Experiment 12 is similar to experiment 11. This will combine the features from Vader, TF-IDF and Bag-of-Words (with nouns removed). 

In [37]:
# restart timer
tic = time.perf_counter()

print('EXPERIMENT 12: combined features (2)')
print()
new_1 = merge_feature_sets(vader, tfidf)
new_2 = merge_feature_sets(new_1, bow_2['noun'])
build_and_test_classifier(new_2, num_folds)
print()

# check end time
print(f"Completed in {((time.perf_counter()-tic)/60):0.2f} minutes")

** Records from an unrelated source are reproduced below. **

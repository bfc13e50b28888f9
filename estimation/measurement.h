#pragma once

#include "gainsay/core/expression.h"
#include "gainsay/estimation/experiment.h"
#include "gainsay/estimation/readout.h"
#include "gainsay/estimation/unknown.h"

#include <optional>
#include <span>
#include <string>
#include <string_view>
#include <vector>

namespace gainsay::estimation {

/// Names of a readout's scale and offset in one experiment where they are unknowns: `scale.glow`,
/// `offset.glow[run-03]`; none where they are numbers.
std::optional<std::string> scale_name(const Readout& readout, std::string_view experiment);
std::optional<std::string> offset_name(const Readout& readout, std::string_view experiment);

/// scale * shows + offset, the two as numbers or as symbols of the names above. Methods (6).
core::Expression measurement(const Readout& readout, const core::Expression& shows,
                             std::string_view experiment);

/// The largest |value| among the fitted points of a readout; 1 if all are 0 or there are none.
double largest_reading(const Readout& readout, std::span<const Experiment> experiments);

/// The unknown scales and offsets of all readouts, in order of readouts, then experiments, in their
/// default ranges. With m the largest |value| of the readout: scale 1e-6 m to 1e6 m, logarithmic
/// (signed: -1e6 m to 1e6 m, linear); offset -10 m to 10 m, linear.
std::vector<Unknown> measurement_unknowns(std::span<const Readout> readouts,
                                          std::span<const Experiment> experiments);

}  // namespace gainsay::estimation
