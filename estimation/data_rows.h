#pragma once

#include "gainsay/estimation/problem.h"
#include "gainsay/estimation/weighing.h"

#include <cstddef>
#include <optional>
#include <vector>

namespace gainsay::estimation {

/// One datum with all that weighing it takes.
struct DataRow {
  std::size_t number = 0;   ///< of its residual
  std::size_t output = 0;   ///< of the experiment's schedule
  std::size_t readout = 0;  ///< of the experiment's program
  double time = 0.0;
  double observed = 0.0;
  Scatter scatter;            ///< where its noise is known
  double tempering = 0.0;     ///< variance that a tempered stage adds: (0.1 max|z|)^2 of its series
  double readout_size = 1.0;  ///< largest |value| of its readout in all experiments, 1 if 0
  std::optional<std::size_t> group;  ///< of unknown noise

  /// As a stage that tempers sees it: unknown noise is taken as none beside the tempering.
  Scatter tempered() const;
};

/// The data of one experiment in order of time (equal times: of residual).
struct ExperimentRows {
  std::vector<DataRow> rows;
  double begins = 0.0;
  double last = 0.0;  ///< time of its last datum

  /// How many rows lie within a share of the time up to the last datum.
  std::size_t within(double horizon) const;
};

/// The data of a problem, experiment by experiment.
std::vector<ExperimentRows> data_rows(const Problem& problem);

/// Its groups of unknown noise, with sums of squares at 0.
std::vector<NoiseGroup> noise_groups(const Problem& problem);

}  // namespace gainsay::estimation
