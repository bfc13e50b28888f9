#include "gainsay/estimation/objective.h"

#include "gainsay/core/require.h"

#include <utility>

namespace gainsay::estimation {

using Want = Evaluator::Want;

LocalModel local_model(const Evaluation& evaluation) {
  GAINSAY_REQUIRE(evaluation.J.rows() == evaluation.r.size(), "the evaluation has a Jacobian");
  LocalModel model;
  model.value = evaluation.objective;
  model.gradient = evaluation.J.transpose() * evaluation.slope;
  model.curvature = evaluation.J.transpose() * evaluation.curvature.asDiagonal() * evaluation.J;
  return model;
}

Allowance::Allowance(Evaluator& evaluator, long integrations_at_most, std::stop_token stop)
    : evaluator_(evaluator),
      integrations_at_most_(integrations_at_most),
      stop_(std::move(stop)),
      before_(evaluator.integrations()) {}

std::optional<Evaluation> Allowance::evaluate(const Eigen::VectorXd& x, Want want,
                                              const Stage& stage, double give_up_above) {
  if (closed()) return std::nullopt;
  ++(want == Want::ResidualsAndJacobian ? jacobians_ : evaluations_);
  auto evaluated = evaluator_.evaluate(x, want, stage, give_up_above);
  return evaluated ? std::move(evaluated).value() : std::nullopt;
}

std::optional<double> Objective::value(const Eigen::VectorXd& x, double give_up_above) {
  const auto evaluation = allowance_.evaluate(x, Want::Residuals, stage_, give_up_above);
  return evaluation ? std::optional(evaluation->objective) : std::nullopt;
}

std::optional<LocalModel> Objective::model(const Eigen::VectorXd& x) {
  const auto evaluation = allowance_.evaluate(x, Want::ResidualsAndJacobian, stage_);
  return evaluation ? std::optional(local_model(*evaluation)) : std::nullopt;
}

}  // namespace gainsay::estimation
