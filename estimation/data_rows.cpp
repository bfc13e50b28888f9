#include "gainsay/estimation/data_rows.h"

#include <algorithm>
#include <cmath>

namespace gainsay::estimation {
namespace {

/// Least sd of a readout, as a share of its largest |value|.
constexpr double kLeastSd = 1e-6;
/// What a tempered stage adds to the sd, as a share of the largest |value| of the series.
constexpr double kTempering = 0.1;

double square(double x) { return x * x; }

double largest(const FittedSeries& series) {
  double size = 0.0;
  for (const Datum& datum : series.data) size = std::max(size, std::fabs(datum.value));
  return size;
}

/// Largest |value| of each readout of the problem; 1 where all are 0 or there are none.
std::vector<double> readout_sizes(const Problem& problem) {
  std::vector<double> sizes(problem.readouts.size(), 0.0);
  for (const FittedExperiment& experiment : problem.experiments) {
    for (const FittedSeries& series : experiment.series) {
      double& size = sizes.at(series.readout_number);
      size = std::max(size, largest(series));
    }
  }
  std::replace(sizes.begin(), sizes.end(), 0.0, 1.0);
  return sizes;
}

bool has_unknown_sd(const FittedSeries& series, const Datum& datum) {
  return std::isnan(datum.sd) && series.noise.sd_unknown;
}

DataRow row_of(const FittedSeries& series, const Datum& datum, double readout_size) {
  DataRow row;
  row.output = datum.output;
  row.readout = datum.readout;
  row.observed = datum.value;
  row.readout_size = readout_size;
  const double size = largest(series);
  row.tempering = square(kTempering * (size > 0.0 ? size : readout_size));
  if (has_unknown_sd(series, datum)) {
    row.group = series.noise_group;
  } else if (!std::isnan(datum.sd)) {
    row.scatter.constant = square(datum.sd);
  } else {
    row.scatter.constant = square(series.noise.sd.value_or(0.0));
    row.scatter.relative_squared = square(series.noise.relative.value_or(0.0));
    // Only a purely proportional sd can vanish.
    if (row.scatter.constant == 0.0) row.scatter.floor = square(kLeastSd * readout_size);
  }
  return row;
}

}  // namespace

Scatter DataRow::tempered() const {
  Scatter wider = scatter;
  wider.constant += tempering;
  return wider;
}

std::size_t ExperimentRows::within(double horizon) const {
  const double end = begins + horizon * (last - begins);
  if (horizon >= 1.0) return rows.size();
  return static_cast<std::size_t>(
      std::upper_bound(rows.begin(), rows.end(), end,
                       [](double time, const DataRow& row) { return time < row.time; }) -
      rows.begin());
}

std::vector<ExperimentRows> data_rows(const Problem& problem) {
  const std::vector<double> sizes = readout_sizes(problem);
  std::vector<ExperimentRows> all;
  std::size_t number = 0;
  for (const FittedExperiment& experiment : problem.experiments) {
    ExperimentRows table;
    table.begins = table.last = experiment.schedule.begins;
    for (const FittedSeries& series : experiment.series) {
      for (const Datum& datum : series.data) {
        DataRow row = row_of(series, datum, sizes.at(series.readout_number));
        row.number = number++;
        row.time = experiment.schedule.outputs.at(datum.output);
        table.last = std::max(table.last, row.time);
        table.rows.push_back(row);
      }
    }
    std::stable_sort(table.rows.begin(), table.rows.end(),
                     [](const DataRow& a, const DataRow& b) { return a.output < b.output; });
    all.push_back(std::move(table));
  }
  return all;
}

std::vector<NoiseGroup> noise_groups(const Problem& problem) {
  const std::vector<double> sizes = readout_sizes(problem);
  std::vector<NoiseGroup> groups(problem.noise_groups.size());
  for (const FittedExperiment& experiment : problem.experiments) {
    for (const FittedSeries& series : experiment.series) {
      for (const Datum& datum : series.data) {
        if (!has_unknown_sd(series, datum)) continue;
        NoiseGroup& group = groups.at(series.noise_group);
        ++group.count;
        group.floor = kLeastSd * sizes.at(series.readout_number);
      }
    }
  }
  return groups;
}

}  // namespace gainsay::estimation
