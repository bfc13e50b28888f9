#pragma once

#include "gainsay/core/result.h"
#include "gainsay/estimation/problem.h"
#include "gainsay/estimation/residuals.h"

#include <cstddef>
#include <string>
#include <vector>

namespace gainsay::estimation {

/// A fitted curve: what one readout of one experiment shows over time.
struct Curve {
  std::string experiment;
  std::string readout;
  std::vector<double> times;
  std::vector<double> shown;
};

/// Curves of every fitted series at `values` (natural units), at `points` even times from the
/// beginning to the last datum and at each datum; just after each event a second value at its time,
/// so that jumps show.
core::Result<std::vector<Curve>, EvaluationFailure> curves(const Problem& problem,
                                                           const std::vector<double>& values,
                                                           std::size_t points);

}  // namespace gainsay::estimation
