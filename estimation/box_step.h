#pragma once

#include <Eigen/Core>

namespace gainsay::estimation {

/// The exact minimiser of g'p + p'Ap / 2 over the box low <= p <= high: primal active set, LDLT of
/// the free block in each round (Nocedal & Wright 2006, algorithm 16.3, for bounds alone). Methods
/// (16). Requires A symmetric and positive definite, and low <= 0 <= high. Every round lowers the
/// quadratic; coordinates on a bound lie on it exactly.
Eigen::VectorXd box_step(const Eigen::MatrixXd& A, const Eigen::VectorXd& g,
                         const Eigen::VectorXd& low, const Eigen::VectorXd& high);

}  // namespace gainsay::estimation
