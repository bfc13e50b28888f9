#pragma once

#include "gainsay/estimation/fit.h"
#include "gainsay/estimation/problem.h"

#include <cstddef>
#include <cstdint>
#include <functional>
#include <optional>
#include <stop_token>
#include <string>
#include <vector>

namespace gainsay::estimation {

/// Descents that ended alike: V within 0.01 and every prediction within 0.1 sd.
struct Optimum {
  std::size_t best_descent = 0;  ///< number in SearchResult::descents
  std::size_t found = 0;         ///< how many random starts ended here
};

struct Descent {
  Fit fit;
  std::optional<std::uint64_t>
      start_number;  ///< of a random start; none for a first guess or a warmed one
};

struct SearchPlan {
  std::size_t least_starts = 12;  ///< random starts always made
  std::size_t starts_for_rejection = 59;
  std::optional<std::size_t> fixed;  ///< `descents = n`; 0: first guesses alone
  long budget = 20000;               ///< integrations for each experiment
  std::uint64_t seed = 1;
  unsigned threads = 1;
  std::stop_token stop;
};

/// Says, from all descents settled so far (in order of number), whether more random starts are
/// needed: a rejection hangs on them. Asked after each descent.
using NeedsMore = std::function<bool(const Fit& best, std::size_t random_starts)>;

struct SearchResult {
  std::vector<Descent> descents;  ///< first guesses, then random starts in order of number
  std::vector<Optimum> optima;    ///< best first
  Fit best;  ///< converged fits before others, then least objective, then least number
  std::size_t random_starts = 0;    ///< that could be integrated
  std::size_t replaced_starts = 0;  ///< that could not
  long integrations = 0;
  bool out_of_budget = false;
  bool interrupted = false;
};

using SearchObserver = std::function<void(std::size_t done, std::size_t expected, double best_V)>;

/// Many descents, on all threads; bit-identical for any number of them.
SearchResult search(const Problem& problem, const SearchPlan& plan, const NeedsMore& needs_more,
                    const SearchObserver& observer = {});

}  // namespace gainsay::estimation
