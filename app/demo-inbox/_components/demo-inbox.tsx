'use client'

import { useInfiniteQuery } from '@tanstack/react-query'
import { apiFetch } from '@/app/_components/api'
import { Age } from '@/app/_components/ui/age'
import { PageSentence } from '@/app/_components/ui/page-sentence'
import { Pager } from '@/app/_components/ui/pager'
import { Sheet } from '@/app/_components/ui/sheet'
import { EmptyState, StaleState } from '@/app/_components/ui/states'
import type { DemoMail } from '@/lib/sites/demo'
import { MailText } from './mail-text'

type Page = { items: DemoMail[]; nextCursor: string | null }

/** Looked at every few seconds: a mail that was just sent is what one waits for here. */
const EVERY_MS = 3_000

export function DemoInbox({ initial, at }: { initial: Page; at: string }) {
  const mails = useInfiniteQuery({
    queryKey: ['demo-inbox'],
    queryFn: ({ pageParam, signal }) =>
      apiFetch<Page>(
        `/demo/inbox?limit=50${pageParam === null ? '' : `&cursor=${encodeURIComponent(pageParam)}`}`,
        {
          signal,
        },
      ),
    initialPageParam: null as string | null,
    getNextPageParam: (page) => page.nextCursor,
    initialData: { pages: [initial], pageParams: [null] },
    refetchInterval: EVERY_MS,
  })
  const items = mails.data.pages.flatMap((page) => page.items)
  return (
    <>
      <PageSentence above="Demo inbox">
        {items.length === 0
          ? 'No mail has been sent yet.'
          : 'These mails went to nobody: the demo keeps them here instead of sending them.'}
      </PageSentence>
      {mails.isError ? (
        <StaleState>The inbox could not be fetched just now; these are the last known.</StaleState>
      ) : null}
      {items.length === 0 ? (
        <Sheet>
          <EmptyState title="Nothing here">
            Warnings about carries, links to confirm an address, for a new password and invitations arrive
            here.
          </EmptyState>
        </Sheet>
      ) : (
        <ul className="flex flex-col gap-4">
          {items.map((mail) => (
            <li key={mail.id}>
              <article
                aria-label={mail.subject}
                className="border-y border-line bg-board px-4 py-4 sm:rounded sm:border sm:px-6"
              >
                <h2 className="text-title font-semibold">{mail.subject}</h2>
                <p className="text-label break-all text-ink-soft">
                  to {mail.to.join(', ')}, <Age at={mail.at} timeZone="UTC" now={at} />
                </p>
                <MailText text={mail.text} />
              </article>
            </li>
          ))}
        </ul>
      )}
      {items.length > 0 ? (
        <div className="px-4 sm:px-0">
          <Pager
            shown={items.length}
            hasMore={mails.hasNextPage}
            onMore={() => void mails.fetchNextPage()}
            pending={mails.isFetchingNextPage}
            noun="mails"
          />
        </div>
      ) : null}
    </>
  )
}
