import { moveToRoom } from '@/app/_server/piece-changes'
import { answer } from '@/app/_server/respond'
import { siteRoute } from '@/app/_server/route'
import { pieceEventSchema } from '@/lib/pieces/piece'
import { codeSchema } from '@/lib/sites/site'

export const POST = siteRoute(
  { action: 'pieces:move', params: { piece: codeSchema }, body: pieceEventSchema, creates: true },
  async ({ db, member, params, body, now }) => {
    const { roomId, at } = body
    const piece = await moveToRoom(db, member, params.piece, { roomId, at }, now)
    return piece.ok ? answer(piece.value, { status: 201, etag: piece.value.version }) : piece
  },
)
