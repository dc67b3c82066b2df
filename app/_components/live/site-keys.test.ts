import { describe, expect, it } from 'vitest'
import { areasOf, isLiveKind, siteKey } from './site-keys'

describe('what a change has fetched again', () => {
  it('shows a reading on Now, in its room and in a carry check', () => {
    expect(areasOf.reading).toEqual(expect.arrayContaining(['now', 'rooms', 'carries', 'sensors']))
  })

  it('fetches verdicts, and what wood has felt of a room, again when the figures of a wood change', () => {
    expect(areasOf.wood).toEqual(expect.arrayContaining(['woods', 'now', 'carries', 'pieces', 'rooms']))
  })

  it('knows its own kinds and nothing that an object happens to have', () => {
    expect(isLiveKind('carry')).toBe(true)
    expect(isLiveKind('toString')).toBe(false)
    expect(isLiveKind(undefined)).toBe(false)
  })

  it('files each site apart', () => {
    expect(siteKey('a', 'now')).not.toEqual(siteKey('b', 'now'))
  })
})
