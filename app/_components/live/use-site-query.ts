'use client'

import { keepPreviousData, useQuery } from '@tanstack/react-query'
import { apiFetch } from '../api'
import { type Area, siteKey } from './site-keys'

type SiteQuery<Answer> = {
  site: string
  area: Area
  /** What tells this query from others of its area: an id, the filters. */
  key?: readonly unknown[]
  /** The address under `/sites/{site}`, such as `/now`. */
  path: string
  /** What the server read for the first drawing. */
  initial?: Answer
  enabled?: boolean
  /** Keep showing the last answer while another key is being fetched. */
  keepLast?: boolean
}

/** Figures of a site: drawn at once from what the server read, fetched again on a change and once a minute. */
export function useSiteQuery<Answer>({
  site,
  area,
  key = [],
  path,
  initial,
  enabled = true,
  keepLast = false,
}: SiteQuery<Answer>) {
  return useQuery<Answer>({
    queryKey: siteKey(site, area, ...key),
    queryFn: ({ signal }) => apiFetch<Answer>(`/sites/${site}${path}`, { signal }),
    initialData: initial,
    placeholderData: keepLast ? keepPreviousData : undefined,
    enabled,
  })
}
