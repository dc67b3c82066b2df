import { health } from '@/app/_server/health'
import { answer } from '@/app/_server/respond'
import { publicRoute } from '@/app/_server/route'

export const dynamic = 'force-dynamic'

/** For machines: whether the parts answer, and how old the newest reading is. */
export const GET = publicRoute({}, async ({ now }) => {
  const state = await health(now)
  return answer(state, { status: state.status === 'ok' ? 200 : 503 })
})
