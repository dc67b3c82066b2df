'use client'

import { useQueryClient } from '@tanstack/react-query'
import { useEffect } from 'react'
import { areasOf, isLiveKind, type LiveKind } from './site-keys'

/** Changes that come close together are answered with one fetch. */
const GATHER_MS = 250
const RETRY_MS = 5_000

/**
 * Listens for what changes at a site while the page is seen, and has the figures that it touches fetched again.
 * What happened while it did not listen is caught up by fetching everything once the stream stands again.
 */
export function useLive(site: string): void {
  const client = useQueryClient()

  useEffect(() => {
    let source: EventSource | null = null
    let wasOpen = false
    let gathering: ReturnType<typeof setTimeout> | null = null
    let retry: ReturnType<typeof setTimeout> | null = null
    const kinds = new Set<LiveKind>()

    const fetchAgain = () => {
      gathering = null
      const areas = [...kinds].map((kind) => areasOf[kind])
      kinds.clear()
      if (areas.includes('all')) {
        void client.invalidateQueries({ queryKey: ['site', site] })
        return
      }
      for (const area of new Set(areas.flat())) {
        void client.invalidateQueries({ queryKey: ['site', site, area] })
      }
    }

    const onEvent = (event: MessageEvent<string>) => {
      const kind = kindOf(event.data)
      if (!kind) return
      kinds.add(kind)
      gathering ??= setTimeout(fetchAgain, GATHER_MS)
    }

    const open = () => {
      if (source || document.hidden) return
      source = new EventSource(`/api/v1/sites/${site}/live`)
      source.addEventListener('message', onEvent)
      source.addEventListener('change', onEvent)
      source.addEventListener('open', () => {
        if (wasOpen) void client.invalidateQueries({ queryKey: ['site', site] })
        wasOpen = true
      })
      source.addEventListener('error', () => {
        if (source?.readyState !== EventSource.CLOSED) return
        source = null
        retry ??= setTimeout(() => {
          retry = null
          open()
        }, RETRY_MS)
      })
    }

    const close = () => {
      source?.close()
      source = null
    }

    const onVisibility = () => {
      if (document.hidden) close()
      else open()
    }

    open()
    document.addEventListener('visibilitychange', onVisibility)
    return () => {
      document.removeEventListener('visibilitychange', onVisibility)
      if (gathering) clearTimeout(gathering)
      if (retry) clearTimeout(retry)
      close()
    }
  }, [client, site])
}

function kindOf(data: string): LiveKind | null {
  try {
    const parsed: unknown = JSON.parse(data)
    if (typeof parsed !== 'object' || parsed === null || !('kind' in parsed)) return null
    return isLiveKind(parsed.kind) ? parsed.kind : null
  } catch (error) {
    if (error instanceof SyntaxError) return null
    throw error
  }
}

EXPERIMENT 12: combined features (2)

feature set length: 25000
Fold size: 5000

Round 1 accuracy: 0.85
	Precision	Recall		F1
neg	     0.834	     0.861	     0.848
pos	     0.866	     0.839	     0.852

Most Informative Features
                  V_4/10 = True              neg : pos    =     37.3 : 1.0
                  V_7/10 = True              pos : neg    =     27.0 : 1.0
                  V_3/10 = True              neg : pos    =     25.5 : 1.0
None

Round 2 accuracy: 0.8462
	Precision	Recall		F1
neg	     0.811	     0.868	     0.838
pos	     0.881	     0.827	     0.853

Most Informative Features
                  V_3/10 = True              neg : pos    =     55.8 : 1.0
                  V_4/10 = True              neg : pos    =     32.3 : 1.0
                  V_7/10 = True              pos : neg    =     28.9 : 1.0
None

Round 3 accuracy: 0.8402
	Precision	Recall		F1
neg	     0.833	     0.852	     0.842
pos	     0.848	     0.829	     0.838

Most Informative Features
               

### Results

In this experiment, multiple feature sets were combined including the Vader feature set, the TF_IDF feature set and the bag of words feature set with the nouns removed from the parts of speech included. This was done to build off the promising results of the previous experiment and using results from experiment 2 where nouns were removed from the bag of word features improved the performance. The accuracy ranged from 84.02% to 85.54% across all five rounds. The same pattern emerges in regard to the previous experiment’s precision, recall and F1 scores being slightly higher in the positive class than the negative class. The negative class had precision ranges from approximately 0.811 to 0.851, recall ranges from approximately 0.852 to 0.877, and F1-score ranges from approximately 0.838 to 0.858, and the positive class had precision ranges from approximately 0.866 to 0.881, recall ranges from approximately 0.827 to 0.858, and F1-score ranges from approximately 0.852 to 0.865. This indicates a slight favoritism towards the positive class sentiment in terms of classifying the reviews, but again very slight. The most informative features appear to be numerical ratings like in the experiment where nouns were removed previously. The same features appear "3/10," "4/10," and "7/10”, with the lower scoring ratings corresponding to negative sentiment and the higher rating corresponding to positive sentiment. The mean accuracy across all rounds is found to be 85.07%, the most promising results from the model across all experiments and iterations. 

In [38]:
# Stop timer
print(f"Start to finish in {((time.perf_counter()-tic_global)/60):0.2f} minutes")

Start to finish in 318.96 minutes


# Conclusion

Through all experiments a prediction accuracy of 85% was the highest achieved. It was through experiment 12 which combined the features sets with the overall highest accuracy individually. These features were Vader, TF-IDF and Bag-of-Words (with nouns removed). The improvement was modest of 1-2 points from using the feature sets as standalone but was relatively high.

With more time other avenues could've been attempted to mix feature logic or spend more time within the review text to identify other aspects of the corpus that indicated movie sentiment with better accuracy. Overall the results were respectable but we wished we could've designed features that reached at least to 90% accuracy.